National Accounts Show Stimulus Did Not Fuel GDP Growth

Along with the news that real GDP growth improved from -0.7 percent in the second quarter to 3.5 percent in the third quarter, the Bureau of Economic Analysis (BEA) released detailed National Income and Product Account tables yesterday, which received little comment in the press today. These tables make it very clear that the $787 billion stimulus package had virtually nothing to do with the improvement. Of the 4.2 percent improvement, more than half (2.36 percentage points) was due to firms cutting inventories at a less rapid pace, which has nothing to do with the stimulus. (For the details look at BEA’s Table 2 which shows that the contribution of inventory investment increased from -1.42 to .94 which equals 2.36.)

What about the other components of GDP? In particular what about government spending, which was supposed to be a big part of this stimulus? Government spending was a negative factor, subtracting 0.9 percentage points from the change in GDP growth.

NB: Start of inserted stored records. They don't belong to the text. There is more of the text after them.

"""Quartet benchmark: solve time, CLI wall time, CP-SAT against the exhaustive enumerator,
scaling with catalog size, peak memory and Monte-Carlo throughput.

Run from the repository root::

    python tests/benchmarks/bench_quartet.py --json bench.json     # full run, under 10 minutes
    python tests/benchmarks/bench_quartet.py --quick               # smoke run, 1 run, small sizes

It prints one table per section (figures are MEDIANS over ``--runs`` runs, default 5, unless the
table says fewer) and writes the same figures as JSON (``--json``). This file is not collected
by pytest (its name has no ``test_`` prefix). Speed targets are checked here, never by timed
assertions in tests (project rule).

Generated catalogs are invented demo data (seeded ``random``/``numpy`` streams) on E-series
values from :mod:`optimizer.eseries` (IEC 60063); they are workloads, not check values.
"""

from __future__ import annotations

import argparse
import dataclasses
import glob
import json
import math
import os
import platform
import random
import resource
import statistics
import subprocess
import sys
import tempfile
import time
from collections.abc import Callable, Sequence
from typing import Any

import numpy as np
import pandas as pd

REPO = os.path.dirname(os.path.dirname(os.path.dirname(os.path.abspath(__file__))))
if REPO not in sys.path:
    sys.path.insert(0, REPO)

from optimizer.catalog import load_catalogs  # noqa: E402
from optimizer.eseries import ESeries, decade_values, is_member  # noqa: E402
from optimizer.spec import Spec  # noqa: E402
from optimizer.specfile import load_spec  # noqa: E402

# ---------------------------------------------------------------------------------------------
# Targets (issue 7)
# ---------------------------------------------------------------------------------------------

TARGET_SOLVE_S = 0.5
TARGET_CLI_S = 1.5
TARGET_ENUM_RATIO = 100.0
TARGET_ENUM_AT_S = 10.0
TARGET_1M_SOLVE_S = 10.0
TARGET_1M_SOLVE_OVER_READ = 2.0
TARGET_MC_PER_S = 10e6
TARGET_PEAK_BYTES = 1 << 30

#: Spec used for the generated catalogs (oracle and scaling sections).
WORKLOAD_SPEC = os.path.join(REPO, "examples", "motor_shunt.yaml")
#: Time limit (s) of every pick; None: the solver's default (what ``quartet pick`` uses).
TIME_LIMIT: list[float | None] = [None]
#: CMRR floor (dB) of the oracle sweep's spec (the workload spec with a relaxed floor).
ORACLE_CMRR_DB = 60.0
#: Design count the enumerator accepts in the oracle section (its default is 500,000).
ORACLE_MAX_DESIGNS = 5_000_000
#: Gain accuracy (fraction) of the oracle sweep's spec.
ORACLE_GAIN_ACCURACY = 0.01
#: A pick (example or scaling) whose first run times ``runs`` exceeds this many seconds gets
#: fewer runs (the table says how many).
EXAMPLE_BUDGET_S = 40.0
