def _discrete_parts(
    catalog: Catalog, spec: Spec, env: LinearEnvironment, lim: _Limits
) -> _Parts | None:
    prefs = spec.preferences
    frame = catalog.discrete
    if frame.empty:
        return None
    rows = allowed_rows(frame, spec)
    if rows.size == 0:
        return None
    r = frame["resistance_ohm"].to_numpy(float)[rows]
    t = frame["tolerance"].to_numpy(float)[rows]
    tc = frame["tempco_per_k"].to_numpy(float)[rows]
    if prefs.same_lot_tracking:
        tc = np.zeros_like(tc)  # optimistic: see the module docstring
    d = life_drift(frame["drift_1000h"].to_numpy(float)[rows], env.life_h)
    classes, class_of = np.unique(np.column_stack([t, tc, d]), axis=0, return_inverse=True)
    class_of = class_of.reshape(-1).astype(np.int64)
    values, value_of = np.unique(r, return_inverse=True)
    value_of = value_of.reshape(-1).astype(np.int64)
    swing = classes[:, 1] * env.delta_t_k
    drift_low, drift_high = drift_factor_bounds(classes[:, 2], spec.requirements.drift_model)
    lo = (1.0 - classes[:, 0]) * (1.0 - swing) * drift_low
    hi = (1.0 + classes[:, 0]) * (1.0 + swing) * drift_high
    # The CMRR and gain conditions take the yield basis' part box (``optimizer.solve.yieldbox``,
    # for the one-dual search); the rating screen below keeps the true range.
    kappa = box_factor(spec)
    if kappa is None:
        box_lo, box_hi = lo, hi
    else:
        box_lo, box_hi = part_box(*part_spread(classes[:, 0], swing, classes[:, 2], spec), kappa)
    cost = frame["unit_cost"].to_numpy(float)[rows] + prefs.placement_cost
    rated_w = derated_power(frame["power_w"].to_numpy(float), spec.requirements.temp_max_c)
    power = rated_w[rows]
    volts = frame["max_voltage_v"].to_numpy(float)[rows]
    # Ties in cost go by part id: its rank in sorted order (integer codes, no string copies).
    id_rank, _ = pd.factorize(frame["part_id"].to_numpy()[rows], sort=True)
    order = np.lexsort((id_rank, cost, value_of, class_of))
    shape = (len(classes), values.size)
    best, best_cost, kept_rows, kept_costs, spans = [], [], [], [], []
    top_w: list[Array] = []
    top_v: list[Array] = []
    up_cost: list[Array] = []
    in_stock = frame["stock_qty"].to_numpy()[rows] > 0
    stocked = np.zeros(shape, dtype=bool)
    for position in range(4):
        stress = float(env.stress_v[position])
        usable = (volts >= RATING_SCREEN * stress) & (power * r >= RATING_SCREEN * stress**2)
        floor = stress_floor(spec, lim, position)
        if floor > 0.0:
            # The exact rating check takes the worst corner: the voltage is at least the floor
            # times the part's share, the power at least that squared over its highest value.
            least = floor * stress_share(lim, position, r * lo[class_of]) * (1.0 - 1e-9)
            usable &= (volts >= least) & (power * r * hi[class_of] >= least**2)
        sel = order[usable[order]]
        flat = class_of[sel] * values.size + value_of[sel]
        starts = np.flatnonzero(np.r_[True, flat[1:] != flat[:-1]]) if sel.size else sel
        stops = np.r_[starts[1:], sel.size].astype(np.int64)
        table = np.full(shape, -1, dtype=np.int64 if rows.size >= 2**31 else np.int32)
        table_cost = np.full(shape, np.inf)
        span = np.zeros((*shape, 2), dtype=np.int32 if sel.size < 2**31 else np.int64)
        heads = sel[starts]
        table[class_of[heads], value_of[heads]] = rows[heads]
        table_cost[class_of[heads], value_of[heads]] = cost[heads]
        span[class_of[heads], value_of[heads], 0] = starts
        span[class_of[heads], value_of[heads], 1] = stops
        held = sel[in_stock[sel]]  # (plain assignment: repeated indices all set True)
        stocked[class_of[held], value_of[held]] = True
        for tops, rating in ((top_w, power), (top_v, volts)):
            top = np.zeros(shape)
            if sel.size:
                top[class_of[heads], value_of[heads]] = np.maximum.reduceat(rating[sel], starts)
            tops.append(top)
        up_cost.append(_up_cost(sel, starts, stops, class_of, value_of, power, volts, cost, shape))
        best.append(table)
        best_cost.append(table_cost)
        kept_rows.append(rows[sel])
        kept_costs.append(cost[sel])
        spans.append(span)
    usable_any = np.any(np.stack([b >= 0 for b in best]), axis=0)
    charge = line_charges(usable_any, stocked, prefs)
    return _Parts(
        values, box_lo, box_hi, tuple(best), tuple(best_cost), tuple(kept_rows), tuple(kept_costs),
        tuple(spans), classes[:, 0] + classes[:, 1] * _temperature_span(spec),
        rated_w, frame["max_voltage_v"].to_numpy(float), tuple(top_w), tuple(top_v),
        not prefs.same_lot_tracking, charge, np.min(np.where(usable_any, charge, np.inf), axis=1),
        tuple(up_cost),
    )  # fmt: skip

Automobiles and parts contributed 1.15 percent for the quarterly improvement, but as today’s release of monthly data shows that was an unsustainable temporary blip: up in August and down in September due to cash for clunckers. Here is how BEA put it today: “Purchases of motor vehicles and parts accounted for most of the decrease [in real consumption] in September and for most of the increase in August, reflecting the impact of the federal CARS program (popularly called “cash for clunkers”). The program, which provided a credit for customers who purchased a qualifying new, more fuel efficient auto or light truck, ended on August 24, 2009.” And the latest consumption and income data in today’s release reveal no noticeable impact of the temporary tax rebates and one time payments on consumption as John Cogan, Volker Wieland and I had earlier shown.